Measure once, cut twice

Today was a long day at the office. I spent a good deal of time daydreaming about the deck. I hauled ass home, completely forgeting that it was payday and that I was going to swing by the bank to deposit my check (literally, I just remembered that I have a paycheck in my wallet).

I came home and stared at the rafters for a while. I thought I could measure the rafter on both sides of the deck, snap the chalkline and go through them with a pencil and square. I soon realized that that wouldn’t work because I’d have to snap the chalkline on the tops of the rafters and I didn’t have a tall enough ladder to see the tops.

So I measured each rafter 14″ off the supporting 2×6. Dumb me assumed that the support boards (I had to splice two 12′ 2×6’s to span the deck) were square.

I attempted to saw the rafters while they were set in place.
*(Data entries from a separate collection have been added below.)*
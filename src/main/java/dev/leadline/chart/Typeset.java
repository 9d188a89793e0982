package dev.leadline.chart;

import java.math.BigDecimal;
import java.math.MathContext;
import java.util.regex.Pattern;

/// Numbers and units as a printed figure sets them: raised exponents, a true minus, thousands apart. Independent of
/// the locale.
final class Typeset {
    private static final String RAISED = "⁰¹²³⁴⁵⁶⁷⁸⁹";
    /// An exponent behind `^`, or right behind a unit that people write so: `m2`, `h-1`; not the 2 of CO2 or the 3 of
    /// 1e3.
    private static final Pattern EXPONENT = Pattern.compile(
            "(?<![\\p{L}\\d])(\\p{L}+(?=\\^)|[kcdmµμn]?m|ft|in|yd|mi|s|min|h|d|a|K|k?g|k?[VAWN])\\^?(-?[1-9])(?![\\p{L}\\d.])");

    private Typeset() {}

    /// `10⁻⁵`; `1` and `10` stay as they are.
    static String power(int exponent) {
        return switch (exponent) {
            case 0 -> "1";
            case 1 -> "10";
            default -> "10" + raised(Integer.toString(exponent));
        };
    }

    /// A unit with raised exponents: `m2` and `m^2` become `m²`; nothing for the unit 1.
    static String unit(String unit) {
        return unit.equals("1")
                ? ""
                : EXPONENT.matcher(unit).replaceAll(found -> found.group(1) + raised(found.group(2)));
    }

    static String quantity(String number, String unit) {
        return (number + " " + unit(unit)).strip();
    }

    /// With every digit that `value` has: `18,400.5`, `−0.25`.
    static String plain(BigDecimal value) {
        String digits = value.abs().toPlainString();
        int point = digits.indexOf('.') < 0 ? digits.length() : digits.indexOf('.');
        var text = new StringBuilder(digits);
        for (int i = point - 3; i > 0; i -= 3) {
            text.insert(i, ',');
        }
        return value.signum() < 0 ? "−" + text : text.toString();
    }

    static String count(long count) {
        return plain(BigDecimal.valueOf(count));
    }

    /// The value as it was typed, at most `digits` significant ones: `1.2568×10⁻⁵`.
    static String number(double value, int digits) {
        if (!Double.isFinite(value)) {
            return Double.isNaN(value) ? "none" : value > 0 ? "∞" : "−∞";
        }
        return scientific(
                BigDecimal.valueOf(value).round(new MathContext(digits)).stripTrailingZeros());
    }

    /// A finite number written by [Rounding][dev.leadline.numeric.Rounding]: `-1.2568e-5` becomes `−1.2568×10⁻⁵`.
    static String set(String written) {
        int e = written.indexOf('e');
        var digits = new BigDecimal(e < 0 ? written : written.substring(0, e));
        if (digits.signum() == 0) {
            return "0";
        }
        String mantissa = plain(digits);
        return e < 0 ? mantissa : mantissa + "×" + power(Integer.parseInt(written.substring(e + 1)));
    }

    private static String scientific(BigDecimal value) {
        int exponent = value.precision() - value.scale() - 1;
        if (value.signum() == 0) {
            return "0";
        }
        if (exponent >= -3 && exponent < 7) {
            return plain(value.scale() < 0 ? value.setScale(0) : value);
        }
        return plain(value.movePointLeft(exponent)) + "×" + power(exponent);
    }

    private static String raised(String digits) {
        var text = new StringBuilder();
        for (char c : digits.toCharArray()) {
            text.append(c == '-' ? '⁻' : RAISED.charAt(c - '0'));
        }
        return text.toString();
    }
}
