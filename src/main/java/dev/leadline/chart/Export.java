package dev.leadline.chart;

import dev.leadline.problem.Problem;
import dev.leadline.problem.Refusal;
import java.io.ByteArrayOutputStream;
import java.io.IOException;
import java.io.UncheckedIOException;
import java.nio.charset.StandardCharsets;
import java.nio.file.Path;
import java.util.Locale;
import javax.imageio.IIOImage;
import javax.imageio.ImageIO;
import javax.imageio.ImageTypeSpecifier;
import javax.imageio.metadata.IIOInvalidTreeException;
import javax.imageio.metadata.IIOMetadataNode;
import org.jfree.svg.SVGGraphics2D;
import org.jfree.svg.ViewBox;

/// Pictures as the bytes of a file: always light, with the caption inside as text, the same bytes for the same
/// picture.
public enum Export {
    PNG,
    SVG;

    /// A pixel of a picture is a 96th of an inch on paper.
    private static final double PIXELS_PER_INCH = 96;

    /// What is written into a file of this name; the ending decides.
    ///
    /// @throws Refusal for any other ending
    public static Export of(Path file) {
        String name = String.valueOf(file.getFileName()).toLowerCase(Locale.ROOT);
        if (name.endsWith(".png")) {
            return PNG;
        }
        if (name.endsWith(".svg")) {
            return SVG;
        }
        throw new Refusal(Problem.of("the figure %s is neither .png nor .svg".formatted(file.getFileName()))
                .because("The ending decides what is written.")
                .tryThis("End its name in .png or .svg."));
    }

    /// A picture of `width` by `height` pixels at 96 to the inch.
    ///
    /// @param dpi dots to the inch of an image, which the file declares; the size on paper does not depend on it
    public byte[] bytes(Subject subject, View view, int width, int height, int dpi) {
        return switch (this) {
            case PNG -> png(subject, view, width, height, dpi);
            case SVG -> svg(subject, view, width, height).getBytes(StandardCharsets.UTF_8);
        };
    }

    private static String svg(Subject subject, View view, int width, int height) {
        var picture = Picture.of(subject, view, Theme.LIGHT, width, height);
        var g = new SVGGraphics2D(picture.width(), picture.height());
        g.setDefsKeyPrefix("picture-");
        g.setFontFunction(family -> family.equals("DejaVu Sans") ? "DejaVu Sans, Verdana, sans-serif" : family);
        g.setGeomDoubleConverter(Export::hundredths);
        picture.draw(g);
        String drawing = g.getSVGElement(null, true, new ViewBox(0, 0, picture.width(), picture.height()), null, null);
        int end = drawing.indexOf('>', drawing.indexOf("<svg")) + 1;
        return drawing.substring(0, end - 1) + " role=\"img\"><title>" + escaped(subject.title()) + "</title><desc>"
                + escaped(subject.caption()) + "</desc>" + drawing.substring(end) + "\n";
    }

    private static byte[] png(Subject subject, View view, int width, int height, int dpi) {
        var image = Picture.of(subject, view, Theme.LIGHT, width, height).image(dpi / PIXELS_PER_INCH);
        var writer = ImageIO.getImageWritersByFormatName("png").next();
        try (var bytes = new ByteArrayOutputStream();
                var out = ImageIO.createImageOutputStream(bytes)) {
            var metadata = writer.getDefaultImageMetadata(ImageTypeSpecifier.createFromRenderedImage(image), null);
            var root = new IIOMetadataNode("javax_imageio_png_1.0");
            root.appendChild(resolution(dpi));
            root.appendChild(texts(subject));
            metadata.mergeTree("javax_imageio_png_1.0", root);
            writer.setOutput(out);
            writer.write(new IIOImage(image, null, metadata));
            out.flush();
            return bytes.toByteArray();
        } catch (IIOInvalidTreeException e) {
            throw new IllegalStateException(e);
        } catch (IOException e) {
            throw new UncheckedIOException(e);
        } finally {
            writer.dispose();
        }
    }

    private static IIOMetadataNode resolution(int dpi) {
        var perMetre = Long.toString(Math.round(dpi / .0254));
        var node = new IIOMetadataNode("pHYs");
        node.setAttribute("pixelsPerUnitXAxis", perMetre);
        node.setAttribute("pixelsPerUnitYAxis", perMetre);
        node.setAttribute("unitSpecifier", "meter");
        return node;
    }

    private static IIOMetadataNode texts(Subject subject) {
        var node = new IIOMetadataNode("iTXt");
        node.appendChild(text("Title", subject.title()));
        node.appendChild(text("Description", subject.caption()));
        return node;
    }

    private static IIOMetadataNode text(String keyword, String text) {
        var node = new IIOMetadataNode("iTXtEntry");
        node.setAttribute("keyword", keyword);
        node.setAttribute("compressionFlag", "FALSE");
        node.setAttribute("compressionMethod", "0");
        node.setAttribute("languageTag", "en");
        node.setAttribute("translatedKeyword", keyword);
        node.setAttribute("text", text);
        return node;
    }

    /// Finer than any eye or printer, and a file of half the size.
    private static String hundredths(double pixel) {
        double rounded = Math.rint(pixel * 100) / 100;
        return rounded == Math.rint(rounded) ? Long.toString((long) rounded) : Double.toString(rounded);
    }

    private static String escaped(String text) {
        return text.replace("&", "&amp;").replace("<", "&lt;").replace(">", "&gt;");
    }
}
I painstakingly sawed one with a circular saw but the saw binded as I would reach the end of my cut. I tried the jig saw but I couldn’t get a good enough angle with my eye to follow the center of my guide line. I tried the laser guided jig saw but the sun was beating down on the boards so the laser wouldn’t show up.

I stared at my rafters some more. I was thinking of everything that I could possibly do aside from having to take them all down and cut them on the ground.

I harnessed my TKD black belt skills and jumped 13-feet into the air and landed a mean front snap kick. 2×6 boards set on-end are hard to kick and cut a straight line. I tried using The Force. I clenched my eyes as well as my entire body and could only muster a fart.

I ended up taking each and every damn board down and cutting them. Scholar Josh didn’t think to measure the boards from the end of the boards that are set square against the house. No no no, he cut them at the 14″ mark that he drew earlier when he thought he was going to miraculously cut them while he was dangling from a ladder with a circular saw.

So I pulled all of the rafters down and cut them. I then put them back up. I wiped the sweat from my brow, sighed a sigh of relief and summoned The Force again.

I walked to the side of the deck to see a straight-line view of how my perfectly-measured, squared-up rafters looked. Theyy looked like cousin Cleatus’s teeth after a night of “smile 3-feet from the ass-end of this donkey while Bubba drops fireworks in the feed trough”.

Yeah, that’s a far-fetched Haiku but I’d rather do that right now than take those damn rafters down and cut ’em again.

Damn you deck. Damn you. Damn you. Damn you.